Se retira una leyenda
La noticia ha llegado. Finalmente, Manuel Rosas, la última gran leyenda de nuestro equipo, ha colgado los botines. El Meño se retira como futbolista.
Existen tantos aspectos por destacar sobre este tema que resulta complejo para el redactor de este artículo decidir con cual de todos empezar a desgranar esta historia de amor entre Rosas y el Real Estelí FC.

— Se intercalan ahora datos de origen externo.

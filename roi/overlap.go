package roi

import "math"

// overlapFinder finds, among the polygons of one contour plane, those that
// cover each other without one lying inside the other (see the package
// documentation, "Contours that overlap"), and groups them.
type overlapFinder struct {
	polys  []ovPoly
	groups []int32 // group of each polygon, set by find when any overlap
	sw     sweep
	ys     []float64
	es     []edge
}

// ovPoly is one polygon of the plane.
type ovPoly struct {
	contour                int
	edges                  []edge // sorted by y0
	minX, maxX, minY, maxY float64
	area                   float64 // even-odd area
}

func (o *overlapFinder) reset() { o.polys = o.polys[:0]; o.groups = nil }

// add adds the closed polygon (xs[m], ys[m]), contour number contour of the
// ROI.
func (o *overlapFinder) add(contour int, xs, ys []float64) {
	p := ovPoly{contour: contour, minX: math.Inf(1), maxX: math.Inf(-1), minY: math.Inf(1), maxY: math.Inf(-1)}
	for m := range xs {
		p.minX, p.maxX = math.Min(p.minX, xs[m]), math.Max(p.maxX, xs[m])
		p.minY, p.maxY = math.Min(p.minY, ys[m]), math.Max(p.maxY, ys[m])
	}
	p.edges = appendEdges(nil, xs, ys, 0)
	sortEdges(p.edges)
	p.area, o.ys = evenOddArea(p.edges, nil, math.Inf(-1), math.Inf(1), math.Inf(-1), math.Inf(1), &o.sw, o.ys)
	o.polys = append(o.polys, p)
}

// overlapTolerance is the share of the larger polygon's area within which
// two areas count as equal in the classification of find.
const overlapTolerance = 1e-6

// find classifies every pair of polygons whose bounding boxes overlap, by
// the area of their intersection I = (A + B − X)/2, X being the even-odd
// area of both together (their symmetric difference): I = 0, disjoint; I =
// min(A, B) < max(A, B), one inside the other (an island and its hole);
// I = A = B, the same region twice; otherwise a partial overlap. The last
// two are returned (Z left 0), and their polygons joined into groups
// (o.groups, one entry per polygon), which the fill unites.
func (o *overlapFinder) find() []ContourOverlap {
	n := len(o.polys)
	if n < 2 {
		return nil
	}
	parent := make([]int, n)
	for i := range parent {
		parent[i] = i
	}
	root := func(i int) int {
		for parent[i] != i {
			parent[i] = parent[parent[i]]
			i = parent[i]
		}
		return i
	}
	var found []ContourOverlap
	for i := 0; i < n; i++ {
		a := &o.polys[i]
		for j := i + 1; j < n; j++ {
			b := &o.polys[j]
			if a.maxX <= b.minX || b.maxX <= a.minX || a.maxY <= b.minY || b.maxY <= a.minY {
				continue // boxes apart or only touching: no common area
			}
			o.es = append(append(o.es[:0], a.edges...), b.edges...)
			sortEdges(o.es)
			var x float64
			x, o.ys = evenOddArea(o.es, nil, math.Inf(-1), math.Inf(1), math.Inf(-1), math.Inf(1), &o.sw, o.ys)
			inter := (a.area + b.area - x) / 2
			big, small := math.Max(a.area, b.area), math.Min(a.area, b.area)
			tol := overlapTolerance * big
			var kind OverlapKind
			switch {
			case inter <= tol:
				continue // disjoint
			case math.Abs(inter-small) <= tol && big-small > tol:
				continue // nested: a hole or an island in a hole
			case math.Abs(inter-small) <= tol:
				kind = Duplicate
			default:
				kind = Partial
			}
			found = append(found, ContourOverlap{Kind: kind, A: a.contour, B: b.contour})
			parent[root(j)] = root(i)
		}
	}
	if len(found) == 0 {
		return nil
	}
	o.groups = make([]int32, n)
	index := map[int]int32{}
	for i := range o.groups {
		r := root(i)
		g, ok := index[r]
		if !ok {
			g = int32(len(index))
			index[r] = g
		}
		o.groups[i] = g
	}
	return found
}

Historia que inició oficialmente el 27 de abril de 2010. Manuel todavía recuerda aquella tarde lluviosa que lo recibió en Nicaragua. Así mismo, vive aún en su memoria la imagen de la primera práctica con el grupo y está más que impregnado su debut unos meses después, durante el Torneo Apertura 2010.
Rosas tardó poco tiempo en marcar su primera anotación. Fungía como uno de los laterales del equipo y el 15 de agosto de 2010 llegó su estreno como goleador. Aquel domingo, el Estadio Olímpico del Instituto Nicaragüense de Deportes fue el testigo mudo de cómo rompió las redes del Managua FC.

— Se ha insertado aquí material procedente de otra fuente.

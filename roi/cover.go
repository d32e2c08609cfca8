package roi

import (
	"iter"

	"voxgamma/volume"
)

// Cover is a region's partial-volume cover: the voxels with a fraction > 0
// of their volume inside the ROI, and those fractions, in (0, 1]. Most of
// a large region's voxels lie wholly inside (fraction 1); only the others'
// fractions are kept, so a body outline's cover takes a few bytes per
// surface voxel rather than 8 per voxel. The zero value is empty.
type Cover struct {
	// Voxels are the Data positions with a fraction > 0.
	Voxels volume.Runs
	// partial lists, increasing, the positions of Voxels whose fraction
	// is below 1, and fraction their fractions.
	partial  []int32
	fraction []float32
}

// Len returns the number of voxels with a fraction > 0.
func (c *Cover) Len() int { return c.Voxels.Len() }

// add adds voxel n, beyond every voxel already in c, with fraction f in
// (0, 1].
func (c *Cover) add(n int32, f float32) {
	c.Voxels.Add(n)
	if f < 1 {
		c.partial = append(c.partial, n)
		c.fraction = append(c.fraction, f)
	}
}

// All yields each voxel's position and fraction, by increasing position.
func (c *Cover) All() iter.Seq2[int32, float32] {
	return func(yield func(int32, float32) bool) {
		k := 0
		for _, r := range c.Voxels.Runs() {
			for n := r.Start; n < r.End; n++ {
				f := float32(1)
				if k < len(c.partial) && c.partial[k] == n {
					f = c.fraction[k]
					k++
				}
				if !yield(n, f) {
					return
				}
			}
		}
	}
}

// trim gives back spare room in the cover's lists.
func (c *Cover) trim() {
	c.Voxels.Trim()
	c.partial = trimmed(c.partial)
	c.fraction = trimmed(c.fraction)
}

// unionCover returns the cover of the voxels in a or b, each with the
// larger of its fractions.
func unionCover(a, b *Cover) Cover {
	var out Cover
	ca, cb := coverCursor{c: a, r: -1}, coverCursor{c: b, r: -1}
	ia, fa, oka := ca.next()
	ib, fb, okb := cb.next()
	for oka || okb {
		switch {
		case !okb || (oka && ia < ib):
			out.add(ia, fa)
			ia, fa, oka = ca.next()
		case !oka || ib < ia:
			out.add(ib, fb)
			ib, fb, okb = cb.next()
		default:
			out.add(ia, max(fa, fb))
			ia, fa, oka = ca.next()
			ib, fb, okb = cb.next()
		}
	}
	return out
}

// coverCursor steps through a cover's voxels by increasing position. Start
// it with r = -1.
type coverCursor struct {
	c    *Cover
	r, k int   // the current run, the next partial voxel
	n    int32 // the last position returned
}

// next returns the next voxel and its fraction, or ok false at the end.
func (u *coverCursor) next() (n int32, f float32, ok bool) {
	runs := u.c.Voxels.Runs()
	if u.r < 0 || u.n+1 >= runs[u.r].End {
		u.r++
		if u.r >= len(runs) {
			u.r = len(runs) - 1
			return 0, 0, false
		}
		u.n = runs[u.r].Start
	} else {
		u.n++
	}
	f = 1
	if u.k < len(u.c.partial) && u.c.partial[u.k] == u.n {
		f = u.c.fraction[u.k]
		u.k++
	}
	return u.n, f, true
}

Al termino de su carrera, acumula 37 dianas con nuestro escudo. La afición no se desprende de la euforia que causó el penal que le marcó al Toronto FC en la grada norte del Estadio Independencia, en el marco de la Liga de Campeones de Concacaf en el año 2011, certamen que disputaría con mucha energía en los años subsiguientes.
De hecho, en 2012 estuvo en los cuatro duelos que protagonizó el equipo. También agregó la misma cantidad en las ediciones 2013, 2014, 2016. Cuando cambió el formato, también estuvo en las todas citas de Liga Concacaf en los años 2017, 2019, 2020 y 2021. Este último, incluyó dos juegos más del máximo nivel contra Columbus Crew.
Sin duda, este historial muestra lo fundamental que era para el funcionamiento del club y también el liderazgo que tuvo dentro de la cancha, al punto de ser titular inamovible en los partidos de alta envergadura. De igual manera, los 16 títulos que acarició aparecen como una cifra envidiable para cualquier deportista.
El futbolista no sigue más, pero su humanismo permanece. A como él mismo lo dijo en su última entrevista como jugador, siempre se preocupó más por ser un excelente ser humano. Todo el tiempo sobrepuso esta condición ante su faceta como deportista. Precisamente por esa humildad, es que caló en el corazón de la afición rojiblanca.
El Meño no usará más su uniforme de juego. Se despide del césped del Estadio Independencia. De ahora en adelante, como ocurre con los grandes atletas cuando se retiran, la figura empieza a engrandecerse para darle paso al nacimiento de una leyenda.